DRC security forces harass journalists covering Kabila protests

March 19, 2018 4:15 PM ET

Security forces in the Democratic Republic of the Congo on December 31, 2017, harassed at least three journalists who were reporting on protests in the capital, Kinshasa, over President Joseph Kabila's refusal to stand down when his second five-year term in office expired in 2016 and his refusal to hold elections, according to local journalists and media reports.

Edmon Izula, a reporter for the privately owned station Radio Television Satellite 1 (RTVS1), told CPJ he was reporting on a planned protest at Saint Francis de Sales church in Kinshasa when a member of the state security forces pointed a gun in his direction and then hit him repeatedly with the rifle.
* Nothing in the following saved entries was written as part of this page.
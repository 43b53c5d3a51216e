import { EigenvalueDecomposition, Matrix } from 'ml-matrix';
import { InputError } from '../errors';
import { ScaledCholesky } from './crossProducts';
import type { DesignRows } from './design';
import { designCrossProducts, type DesignCrossProducts } from './designCrossProducts';
import { pnorm } from './distributions';
import { GivensQR } from './givensQR';
import { quadraticFormLowerTail } from './imhof';

/** Below this many rows (with a design) the p-value is exact, as in R's lmtest::dwtest. */
export const DW_EXACT_LIMIT = 100;
/** Eigenvalues of M A M at or below this are the structural zeros of the projection. */
const EIGEN_TOLERANCE = 1e-10;

/** Result of the Durbin-Watson test against positive autocorrelation. */
export interface DurbinWatsonResult {
  /** d = sum (e_t - e_{t-1})^2 / sum e_t^2, between 0 and 4; about 2 without autocorrelation. */
  readonly statistic: number;
  /** P(D <= d) under independent normal errors: small when neighbours are positively correlated. */
  readonly pValue: number;
  /**
   * 'exact': Imhof inversion of the null distribution given the design (n < 100);
   * 'normal': normal approximation with the exact null mean and variance given the design;
   * 'asymptotic': normal approximation with mean 2 and variance 4 / n (no design).
   */
  readonly method: 'exact' | 'normal' | 'asymptotic';
}

/**
 * Durbin-Watson test of the residuals, in x order, for positive first-order
 * autocorrelation (alternative rho > 0): Durbin & Watson (1950, 1951), "Testing for serial
 * correlation in least squares regression I, II", Biometrika 37, 409-428 and 38, 159-178.
 *
 * Under independent normal errors d = e'Ae / e'e with e = M y, M = I - X (X'X)^-1 X' and A
 * the first-difference matrix (diagonal 1, 2, ..., 2, 1, off-diagonals -1), so
 * P(D < d) = P(sum_j (nu_j - d) z_j^2 < 0) over the n - p nonzero eigenvalues nu_j of MAM.
 * - design and n < 100: nu_j from the symmetric eigen-decomposition of MAM, the tail by
 *   Imhof's (1961) inversion (`quadraticFormLowerTail`); O(n^3).
 * - design and n >= 100: normal approximation with the exact moments (Durbin & Watson
 *   1971, "Testing for serial correlation in least squares regression III", Biometrika
 *   58, 1-19): E d = P / (n - p), Var d = 2 (Q - P E d) / ((n - p)(n - p + 2)) with
 *   P = tr(MA) and Q = tr((MA)^2). The traces tr(HA), tr(HA^2), tr(HAHA) come from X'X,
 *   X'AX and X'A^2X gathered in one pass over the rows (`designCrossProducts`) and the
 *   scaled Cholesky factor of X'X (`ScaledCholesky`); when X'X is too ill-conditioned for
 *   that (GRAM_CONDITION_LIMIT), from the rows q_i of Q = X R^-1 by Givens QR in two
 *   passes. O(n p^2) either way.
 * - no design: mean 2, variance 4 / n; O(n).
 * This is what R's lmtest::dwtest reports (exact below 100 rows, normal approximation
 * above). For weighted fits pass sqrt(w)-scaled residuals and design rows.
 *
 * Throws InputError for fewer than 3 residuals, non-finite values, all-zero residuals or
 * a design with p >= n (too few rows for the df, said in those words); FitError for a
 * rank-deficient design.
 * Example: durbinWatson(Float64Array.of(1, 1, -1, -1, 1, 1, -1, -1)).statistic = 12 / 8 = 1.5.
 */
export function durbinWatson(residualsInXOrder: Float64Array, design?: DesignRows): DurbinWatsonResult {
  return durbinWatsonWith(residualsInXOrder, design, undefined);
}

/**
 * `durbinWatson`, taking the normal-approximation moments from cross products already
 * gathered for this design (`designCrossProducts` with `differences`) when given, so that
 * one pass over the rows can serve several tests (`durbinWatsonAndBreuschPagan`).
 */
export function durbinWatsonWith(residualsInXOrder: Float64Array, design: DesignRows | undefined, sums: DesignCrossProducts | undefined): DurbinWatsonResult {
  const e = residualsInXOrder;
  const n = e.length;
  if (n < 3) throw new InputError(`the Durbin-Watson test needs at least 3 residuals; got ${n}`);
  let ss = 0;
  let diffSS = 0;
  for (let i = 0; i < n; i++) {
    const v = e[i] as number;
    if (!Number.isFinite(v)) throw new InputError(`Durbin-Watson: residual ${i + 1} is not a finite number (${v})`);
    ss += v * v;
    if (i > 0) {
      const d = v - (e[i - 1] as number);
      diffSS += d * d;
    }
  }
  if (ss === 0) throw new InputError('Durbin-Watson: all residuals are zero, so the statistic is undefined');
  const statistic = diffSS / ss;
  if (!design) {
    return { statistic, pValue: pnorm((statistic - 2) / Math.sqrt(4 / n)), method: 'asymptotic' };
  }
  const p = design.p;
  if (p >= n) {
    throw new InputError(
      `Durbin-Watson: too few rows for the df (n = ${n}, df = ${p}): the test needs more rows (${n}) than design columns (${p}); with as many coefficients as rows the curve passes through every reading and leaves no residual variation to test`,
    );
  }
  if (sums && (sums.p !== p || sums.n !== n)) throw new Error(`Durbin-Watson: cross products of ${sums.n} x ${sums.p} given for ${n} rows and ${p} columns`);
  if (n >= DW_EXACT_LIMIT) {
    const moments = momentsFromCrossProducts(sums?.differences ? sums : designCrossProducts(design, n, { differences: true }));
    if (moments) return { statistic, pValue: pnorm((statistic - moments.mean) / Math.sqrt(moments.variance)), method: 'normal' };
  }
  const qr = new GivensQR(p);
  const row = new Float64Array(p);
  for (let i = 0; i < n; i++) {
    design.row(i, row);
    qr.addRow(row, 0);
  }
  qr.checkRank();
  if (n < DW_EXACT_LIMIT) {
    return { statistic, pValue: exactPValue(statistic, design, qr, n), method: 'exact' };
  }
  const { mean, variance } = nullMoments(design, qr, n);
  return { statistic, pValue: pnorm((statistic - mean) / Math.sqrt(variance)), method: 'normal' };
}

/** Rows of Q = X R^-1 (orthonormal basis of the column space), as an n x p array. */
function orthonormalRows(design: DesignRows, qr: GivensQR, n: number): Float64Array {
  const p = design.p;
  const q = new Float64Array(n * p);
  const row = new Float64Array(p);
  const out = new Float64Array(p);
  for (let i = 0; i < n; i++) {
    design.row(i, row);
    qr.solveTransposed(row, out);
    q.set(out, i * p);
  }
  return q;
}

/** P(D <= d) from the eigenvalues of M A M and Imhof's inversion. */
function exactPValue(d: number, design: DesignRows, qr: GivensQR, n: number): number {
  const p = design.p;
  const q = orthonormalRows(design, qr, n);
  // M = I - Q Q'.
  const m = new Float64Array(n * n);
  for (let i = 0; i < n; i++) {
    for (let j = 0; j <= i; j++) {
      let s = 0;
      for (let k = 0; k < p; k++) s += (q[i * p + k] as number) * (q[j * p + k] as number);
      const v = (i === j ? 1 : 0) - s;
      m[i * n + j] = v;
      m[j * n + i] = v;
    }
  }
  // AM, using the tridiagonal A: (AM)_ij = A_ii M_ij - M_(i-1)j - M_(i+1)j.
  const am = new Float64Array(n * n);
  for (let i = 0; i < n; i++) {
    const diag = i === 0 || i === n - 1 ? 1 : 2;
    for (let j = 0; j < n; j++) {
      let v = diag * (m[i * n + j] as number);
      if (i > 0) v -= m[(i - 1) * n + j] as number;
      if (i < n - 1) v -= m[(i + 1) * n + j] as number;
      am[i * n + j] = v;
    }
  }
  // MAM, symmetrised against rounding.
  const mam = new Matrix(n, n);
  for (let i = 0; i < n; i++) {
    for (let j = 0; j <= i; j++) {
      let s1 = 0;
      let s2 = 0;
      for (let k = 0; k < n; k++) {
        s1 += (m[i * n + k] as number) * (am[k * n + j] as number);
        s2 += (m[j * n + k] as number) * (am[k * n + i] as number);
      }
      const v = 0.5 * (s1 + s2);
      mam.set(i, j, v);
      mam.set(j, i, v);
    }
  }
  const eigenvalues = Float64Array.from(new EigenvalueDecomposition(mam, { assumeSymmetric: true }).realEigenvalues);
  eigenvalues.sort();
  // The p structural zeros of the projection are the smallest; keep the n - p others.
  const lambda = new Float64Array(n - p);
  let count = 0;
  for (let j = n - 1; j >= p; j--) {
    const nu = eigenvalues[j] as number;
    if (nu > EIGEN_TOLERANCE) lambda[count++] = nu - d;
  }
  if (count === 0) throw new InputError(`Durbin-Watson: too few rows for the df (n = ${n}, df = ${p}): the design leaves no residual variation to test`);
  return quadraticFormLowerTail(lambda.subarray(0, count));
}

/** Mean and variance of d under the null from P = tr(MA) and Q = tr((MA)^2) (Durbin & Watson 1971). */
function momentsFromTraces(n: number, p: number, trHA: number, trHA2: number, trHAHA: number): { mean: number; variance: number } {
  // tr A = 2(n - 1) and tr A^2 = 6n - 8 for the first-difference matrix A; with M = I - H,
  // tr(MA) = tr A - tr(HA) and tr((MA)^2) = tr A^2 - 2 tr(HA^2) + tr(HAHA).
  const bigP = 2 * (n - 1) - trHA;
  const bigQ = 2 * (3 * n - 4) - 2 * trHA2 + trHAHA;
  const mean = bigP / (n - p);
  const variance = (2 * (bigQ - bigP * mean)) / ((n - p) * (n - p + 2));
  return { mean, variance };
}

/**
 * Null mean and variance of d from the design's cross products (`designCrossProducts` with
 * `differences`): with G = X'X factored by `ScaledCholesky`, tr(HA) = tr W,
 * tr(HAHA) = |W|_F^2 and tr(HA^2) = tr V, W and V being the whitened X'AX and X'A^2X.
 * Undefined when G is too ill-conditioned for this route (GRAM_CONDITION_LIMIT). O(p^3).
 */
function momentsFromCrossProducts(sums: DesignCrossProducts): { mean: number; variance: number } | undefined {
  const { p, n, gram, differences } = sums;
  if (!differences) throw new Error('Durbin-Watson moments need the cross products of the differences');
  const factor = ScaledCholesky.of(gram, p);
  if (!factor) return undefined;
  const w = factor.whiten(differences.xax);
  const v = factor.whiten(differences.xa2x);
  let trHA = 0;
  let trHA2 = 0;
  let trHAHA = 0;
  for (let a = 0; a < p; a++) {
    trHA += w[a * p + a] as number;
    trHA2 += v[a * p + a] as number;
    for (let b = 0; b < p; b++) trHAHA += (w[a * p + b] as number) ** 2;
  }
  return momentsFromTraces(n, p, trHA, trHA2, trHAHA);
}

/** Exact null mean and variance of d given the design (Durbin & Watson 1971), by Givens QR. O(n p^2). */
function nullMoments(design: DesignRows, qr: GivensQR, n: number): { mean: number; variance: number } {
  const p = design.p;
  const row = new Float64Array(p);
  const qPrev = new Float64Array(p);
  const qCur = new Float64Array(p);
  const dPrev = new Float64Array(p); // q_i - q_(i-1)
  const dCur = new Float64Array(p);
  const g = new Float64Array(p * p); // Q'AQ = sum of dq dq'
  let trHA = 0; // tr(H A) = tr(Q'AQ)
  let trHA2 = 0; // tr(H A^2) = |AQ|_F^2
  design.row(0, row);
  qr.solveTransposed(row, qPrev);
  for (let i = 1; i < n; i++) {
    design.row(i, row);
    qr.solveTransposed(row, qCur);
    let dd = 0;
    let aq = 0;
    for (let k = 0; k < p; k++) {
      const dk = (qCur[k] as number) - (qPrev[k] as number);
      dCur[k] = dk;
      dd += dk * dk;
      // Row i-1 of AQ: -dq_1 for the first row, dq_(i-2) - dq_(i-1) in the middle.
      const a = i === 1 ? -dk : (dPrev[k] as number) - dk;
      aq += a * a;
    }
    trHA += dd;
    trHA2 += aq;
    for (let a = 0; a < p; a++) {
      const da = dCur[a] as number;
      for (let b = 0; b < p; b++) g[a * p + b] = (g[a * p + b] as number) + da * (dCur[b] as number);
    }
    qPrev.set(qCur);
    dPrev.set(dCur);
  }
  // Last row of AQ is dq_(n-1).
  for (let k = 0; k < p; k++) trHA2 += (dPrev[k] as number) * (dPrev[k] as number);
  let trHAHA = 0;
  for (let k = 0; k < p * p; k++) trHAHA += (g[k] as number) * (g[k] as number);
  return momentsFromTraces(n, p, trHA, trHA2, trHAHA);
}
Izula said that he showed the security forces his press accreditation and said that he was a journalist, but that the security officer assaulted him and seized his phone. "He started hitting me [with a gun], I did not reciprocate. He was aiming at my face and I was trying my best to protect myself," Izula said.

In Kintambo, less than a kilometer from the Saint Francis de Sales church, security forces briefly detained freelancer Eliezer Ntambwe, and his camera operator, Guelord Muya, while they were reporting on the anti-Kabila protests, according to Ntambwe and a New York Times report.

The journalist said that he and Muya were released the same day without charge.

Ntambwe told CPJ that security forces seized his camera and as of March 16, 2018, the equipment had not been returned.

When asked for comment, Colonel Pierre-Rombaut Mwanamputu the spokesperson for the national police, told CPJ it was difficult for security forces to make the distinction between journalists and protesters.

"Everyone can wear a press jacket. It is not a sign that someone is a journalist," Mwanamputu said, referring to jackets with the word "Press" written on the front and back that some members of the media wear.